╔══
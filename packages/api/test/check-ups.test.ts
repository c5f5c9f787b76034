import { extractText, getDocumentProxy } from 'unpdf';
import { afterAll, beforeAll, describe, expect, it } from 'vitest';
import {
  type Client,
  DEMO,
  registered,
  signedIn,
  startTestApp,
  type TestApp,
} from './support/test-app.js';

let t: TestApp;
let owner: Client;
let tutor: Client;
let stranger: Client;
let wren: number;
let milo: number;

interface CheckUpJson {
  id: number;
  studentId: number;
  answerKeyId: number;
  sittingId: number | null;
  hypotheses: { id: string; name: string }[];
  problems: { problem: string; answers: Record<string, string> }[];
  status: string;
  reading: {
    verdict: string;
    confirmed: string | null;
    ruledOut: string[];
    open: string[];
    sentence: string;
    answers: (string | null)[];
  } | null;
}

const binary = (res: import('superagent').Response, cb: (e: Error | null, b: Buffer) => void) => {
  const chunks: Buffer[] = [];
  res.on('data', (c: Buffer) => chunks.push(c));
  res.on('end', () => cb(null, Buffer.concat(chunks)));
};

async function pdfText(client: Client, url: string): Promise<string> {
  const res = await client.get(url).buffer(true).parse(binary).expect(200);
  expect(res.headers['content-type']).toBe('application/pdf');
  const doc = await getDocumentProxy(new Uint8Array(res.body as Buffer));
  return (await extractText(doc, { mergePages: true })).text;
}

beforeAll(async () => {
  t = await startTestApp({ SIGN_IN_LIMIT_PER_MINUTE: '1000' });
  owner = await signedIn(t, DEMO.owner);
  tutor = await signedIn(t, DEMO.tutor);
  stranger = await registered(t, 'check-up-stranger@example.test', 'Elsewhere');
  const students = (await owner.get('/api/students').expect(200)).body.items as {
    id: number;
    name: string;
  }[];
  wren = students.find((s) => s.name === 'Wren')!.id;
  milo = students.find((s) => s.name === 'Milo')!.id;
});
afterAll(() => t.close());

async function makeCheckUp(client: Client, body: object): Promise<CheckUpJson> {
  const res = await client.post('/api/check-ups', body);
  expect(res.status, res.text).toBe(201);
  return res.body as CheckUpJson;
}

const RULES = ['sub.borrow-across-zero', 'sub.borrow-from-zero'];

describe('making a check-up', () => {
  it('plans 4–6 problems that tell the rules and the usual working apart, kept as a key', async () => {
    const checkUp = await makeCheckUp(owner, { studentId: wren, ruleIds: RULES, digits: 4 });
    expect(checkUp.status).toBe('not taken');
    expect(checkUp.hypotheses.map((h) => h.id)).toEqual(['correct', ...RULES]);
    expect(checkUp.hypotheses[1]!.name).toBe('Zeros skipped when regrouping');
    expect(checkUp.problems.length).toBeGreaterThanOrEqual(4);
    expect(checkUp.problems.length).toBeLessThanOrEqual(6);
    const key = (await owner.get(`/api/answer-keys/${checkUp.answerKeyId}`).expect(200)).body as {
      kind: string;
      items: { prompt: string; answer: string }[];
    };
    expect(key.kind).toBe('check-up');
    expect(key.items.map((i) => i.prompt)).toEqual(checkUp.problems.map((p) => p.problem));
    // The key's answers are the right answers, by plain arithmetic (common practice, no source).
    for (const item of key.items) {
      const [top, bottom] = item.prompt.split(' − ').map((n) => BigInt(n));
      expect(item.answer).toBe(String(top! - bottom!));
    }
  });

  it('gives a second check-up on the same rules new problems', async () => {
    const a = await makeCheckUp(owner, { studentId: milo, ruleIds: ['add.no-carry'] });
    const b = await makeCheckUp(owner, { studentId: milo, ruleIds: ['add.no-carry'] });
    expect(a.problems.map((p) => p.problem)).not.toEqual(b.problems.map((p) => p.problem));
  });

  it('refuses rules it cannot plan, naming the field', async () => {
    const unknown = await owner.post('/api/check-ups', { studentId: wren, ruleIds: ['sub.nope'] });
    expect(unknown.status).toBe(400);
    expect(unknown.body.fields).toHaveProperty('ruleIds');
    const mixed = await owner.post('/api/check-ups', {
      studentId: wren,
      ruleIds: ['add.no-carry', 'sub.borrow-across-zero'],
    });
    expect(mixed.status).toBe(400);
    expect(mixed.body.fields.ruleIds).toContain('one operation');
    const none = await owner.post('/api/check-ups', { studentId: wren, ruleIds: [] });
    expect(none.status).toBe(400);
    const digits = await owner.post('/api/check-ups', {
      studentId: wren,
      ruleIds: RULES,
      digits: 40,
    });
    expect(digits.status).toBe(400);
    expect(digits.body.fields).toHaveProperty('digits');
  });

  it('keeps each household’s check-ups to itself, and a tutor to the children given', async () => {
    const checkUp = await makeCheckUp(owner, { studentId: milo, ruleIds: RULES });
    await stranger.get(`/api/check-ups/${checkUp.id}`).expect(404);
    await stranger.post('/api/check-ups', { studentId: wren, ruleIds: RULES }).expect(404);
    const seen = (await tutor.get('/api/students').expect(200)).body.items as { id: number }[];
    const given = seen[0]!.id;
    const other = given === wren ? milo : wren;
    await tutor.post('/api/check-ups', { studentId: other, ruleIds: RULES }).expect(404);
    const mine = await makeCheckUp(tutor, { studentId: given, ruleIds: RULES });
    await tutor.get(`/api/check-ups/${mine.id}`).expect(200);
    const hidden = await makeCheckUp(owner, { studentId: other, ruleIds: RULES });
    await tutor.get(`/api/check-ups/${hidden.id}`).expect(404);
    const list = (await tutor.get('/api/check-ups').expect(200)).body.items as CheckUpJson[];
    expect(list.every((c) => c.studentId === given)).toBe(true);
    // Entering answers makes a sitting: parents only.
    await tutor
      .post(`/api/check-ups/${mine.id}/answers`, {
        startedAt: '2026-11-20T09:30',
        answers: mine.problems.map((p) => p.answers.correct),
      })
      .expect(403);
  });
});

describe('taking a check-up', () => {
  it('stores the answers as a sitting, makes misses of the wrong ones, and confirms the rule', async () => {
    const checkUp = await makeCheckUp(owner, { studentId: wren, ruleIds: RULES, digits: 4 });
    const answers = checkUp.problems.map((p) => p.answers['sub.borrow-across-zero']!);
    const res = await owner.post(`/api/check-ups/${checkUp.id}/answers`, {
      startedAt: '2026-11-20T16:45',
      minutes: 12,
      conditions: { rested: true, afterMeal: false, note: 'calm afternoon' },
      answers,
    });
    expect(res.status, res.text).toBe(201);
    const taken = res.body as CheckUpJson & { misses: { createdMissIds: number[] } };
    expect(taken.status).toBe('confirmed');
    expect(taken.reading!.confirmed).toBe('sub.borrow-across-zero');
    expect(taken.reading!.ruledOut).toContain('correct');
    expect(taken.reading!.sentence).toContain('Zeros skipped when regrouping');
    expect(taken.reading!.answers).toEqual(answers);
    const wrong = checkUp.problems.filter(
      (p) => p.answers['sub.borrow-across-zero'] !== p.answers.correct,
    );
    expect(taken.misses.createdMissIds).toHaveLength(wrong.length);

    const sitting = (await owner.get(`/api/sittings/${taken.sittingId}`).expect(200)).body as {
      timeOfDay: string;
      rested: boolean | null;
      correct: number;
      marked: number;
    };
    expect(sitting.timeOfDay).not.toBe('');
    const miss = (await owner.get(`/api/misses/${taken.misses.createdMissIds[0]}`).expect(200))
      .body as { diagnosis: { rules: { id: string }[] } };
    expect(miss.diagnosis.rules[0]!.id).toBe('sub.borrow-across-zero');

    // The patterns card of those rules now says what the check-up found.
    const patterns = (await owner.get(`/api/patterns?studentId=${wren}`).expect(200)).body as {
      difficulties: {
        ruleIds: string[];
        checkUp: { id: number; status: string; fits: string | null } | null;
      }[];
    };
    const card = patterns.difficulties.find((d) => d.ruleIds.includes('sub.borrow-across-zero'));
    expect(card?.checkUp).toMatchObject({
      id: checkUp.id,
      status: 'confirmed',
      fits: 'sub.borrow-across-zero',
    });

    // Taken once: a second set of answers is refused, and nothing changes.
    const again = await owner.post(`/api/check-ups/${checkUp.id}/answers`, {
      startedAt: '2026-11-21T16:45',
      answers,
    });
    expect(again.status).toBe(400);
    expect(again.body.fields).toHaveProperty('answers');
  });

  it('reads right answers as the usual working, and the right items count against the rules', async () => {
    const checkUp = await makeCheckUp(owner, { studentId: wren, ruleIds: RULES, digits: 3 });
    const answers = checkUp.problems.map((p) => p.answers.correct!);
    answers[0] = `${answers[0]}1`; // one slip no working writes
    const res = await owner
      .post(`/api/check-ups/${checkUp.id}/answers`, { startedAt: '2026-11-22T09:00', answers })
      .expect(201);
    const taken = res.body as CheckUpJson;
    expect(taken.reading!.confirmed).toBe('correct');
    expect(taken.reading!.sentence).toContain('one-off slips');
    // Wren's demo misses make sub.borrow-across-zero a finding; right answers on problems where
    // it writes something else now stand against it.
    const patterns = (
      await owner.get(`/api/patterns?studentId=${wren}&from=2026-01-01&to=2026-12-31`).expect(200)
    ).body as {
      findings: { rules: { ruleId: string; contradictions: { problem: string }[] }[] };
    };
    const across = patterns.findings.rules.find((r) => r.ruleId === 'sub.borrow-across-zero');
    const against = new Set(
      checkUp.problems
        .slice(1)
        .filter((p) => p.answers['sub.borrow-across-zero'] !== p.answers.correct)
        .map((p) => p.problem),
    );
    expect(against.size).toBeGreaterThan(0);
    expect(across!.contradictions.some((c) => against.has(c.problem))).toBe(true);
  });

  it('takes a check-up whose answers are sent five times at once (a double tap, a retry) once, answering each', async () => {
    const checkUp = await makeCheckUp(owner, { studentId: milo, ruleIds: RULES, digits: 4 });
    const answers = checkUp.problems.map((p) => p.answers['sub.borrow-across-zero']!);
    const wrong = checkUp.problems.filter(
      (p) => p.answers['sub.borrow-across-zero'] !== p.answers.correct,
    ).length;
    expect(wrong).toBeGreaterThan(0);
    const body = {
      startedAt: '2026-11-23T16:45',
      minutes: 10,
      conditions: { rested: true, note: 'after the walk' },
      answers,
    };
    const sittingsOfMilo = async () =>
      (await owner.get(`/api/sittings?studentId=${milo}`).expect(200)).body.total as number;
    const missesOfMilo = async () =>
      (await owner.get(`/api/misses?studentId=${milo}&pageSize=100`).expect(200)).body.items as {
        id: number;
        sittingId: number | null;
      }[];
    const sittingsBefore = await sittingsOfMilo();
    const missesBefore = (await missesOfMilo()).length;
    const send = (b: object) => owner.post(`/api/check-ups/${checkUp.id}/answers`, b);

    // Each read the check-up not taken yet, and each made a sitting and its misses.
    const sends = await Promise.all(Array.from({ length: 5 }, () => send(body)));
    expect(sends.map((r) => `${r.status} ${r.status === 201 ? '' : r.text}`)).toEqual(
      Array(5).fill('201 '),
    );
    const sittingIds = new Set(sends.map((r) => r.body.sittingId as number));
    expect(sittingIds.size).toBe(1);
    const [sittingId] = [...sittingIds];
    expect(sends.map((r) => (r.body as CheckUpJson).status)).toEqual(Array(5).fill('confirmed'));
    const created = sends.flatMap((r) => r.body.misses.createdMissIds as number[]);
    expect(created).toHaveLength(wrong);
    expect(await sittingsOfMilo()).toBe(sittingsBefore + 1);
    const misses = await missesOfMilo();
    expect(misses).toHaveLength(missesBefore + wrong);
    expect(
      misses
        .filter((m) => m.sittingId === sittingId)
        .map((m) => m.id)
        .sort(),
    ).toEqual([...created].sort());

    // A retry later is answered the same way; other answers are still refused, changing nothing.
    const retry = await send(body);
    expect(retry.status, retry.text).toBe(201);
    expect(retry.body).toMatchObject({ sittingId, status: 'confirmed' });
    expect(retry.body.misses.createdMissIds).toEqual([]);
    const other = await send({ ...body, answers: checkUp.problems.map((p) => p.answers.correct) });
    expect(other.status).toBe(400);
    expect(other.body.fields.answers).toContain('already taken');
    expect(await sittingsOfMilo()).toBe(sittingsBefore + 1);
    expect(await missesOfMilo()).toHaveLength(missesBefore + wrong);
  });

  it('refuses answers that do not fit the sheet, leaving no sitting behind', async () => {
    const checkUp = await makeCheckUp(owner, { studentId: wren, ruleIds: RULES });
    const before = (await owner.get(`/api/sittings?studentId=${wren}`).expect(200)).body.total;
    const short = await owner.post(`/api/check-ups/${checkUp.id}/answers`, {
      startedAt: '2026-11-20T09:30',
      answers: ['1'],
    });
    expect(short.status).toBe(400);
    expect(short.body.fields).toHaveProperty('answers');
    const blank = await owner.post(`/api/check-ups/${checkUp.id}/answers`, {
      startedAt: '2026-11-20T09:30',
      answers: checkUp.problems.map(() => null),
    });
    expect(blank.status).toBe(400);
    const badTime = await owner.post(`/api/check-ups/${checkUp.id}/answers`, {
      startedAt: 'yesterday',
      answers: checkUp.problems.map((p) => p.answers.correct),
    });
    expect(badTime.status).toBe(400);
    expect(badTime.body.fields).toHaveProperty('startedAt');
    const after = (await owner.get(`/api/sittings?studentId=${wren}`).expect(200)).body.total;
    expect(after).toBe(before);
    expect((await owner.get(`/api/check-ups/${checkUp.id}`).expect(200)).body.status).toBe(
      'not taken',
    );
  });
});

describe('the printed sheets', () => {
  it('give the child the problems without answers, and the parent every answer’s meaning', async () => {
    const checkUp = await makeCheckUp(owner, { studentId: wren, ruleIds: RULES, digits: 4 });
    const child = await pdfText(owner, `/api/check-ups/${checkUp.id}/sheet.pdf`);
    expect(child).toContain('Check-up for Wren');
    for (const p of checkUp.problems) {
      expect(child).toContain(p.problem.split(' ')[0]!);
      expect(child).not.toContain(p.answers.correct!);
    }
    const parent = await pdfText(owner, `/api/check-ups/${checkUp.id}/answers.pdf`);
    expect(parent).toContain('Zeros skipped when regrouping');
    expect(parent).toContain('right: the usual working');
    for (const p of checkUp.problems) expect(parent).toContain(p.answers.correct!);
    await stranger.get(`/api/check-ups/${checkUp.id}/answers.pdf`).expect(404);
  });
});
╚══
GOAL OF THE EXERCISE: The required answer is each line of the data in which the word "total" appears.

SOLUTION TO THE PROBLEM:
      (await owner.get(`/api/sittings?studentId=${milo}`).expect(200)).body.total as number;
    const before = (await owner.get(`/api/sittings?studentId=${wren}`).expect(200)).body.total;
    const after = (await owner.get(`/api/sittings?studentId=${wren}`).expect(200)).body.total;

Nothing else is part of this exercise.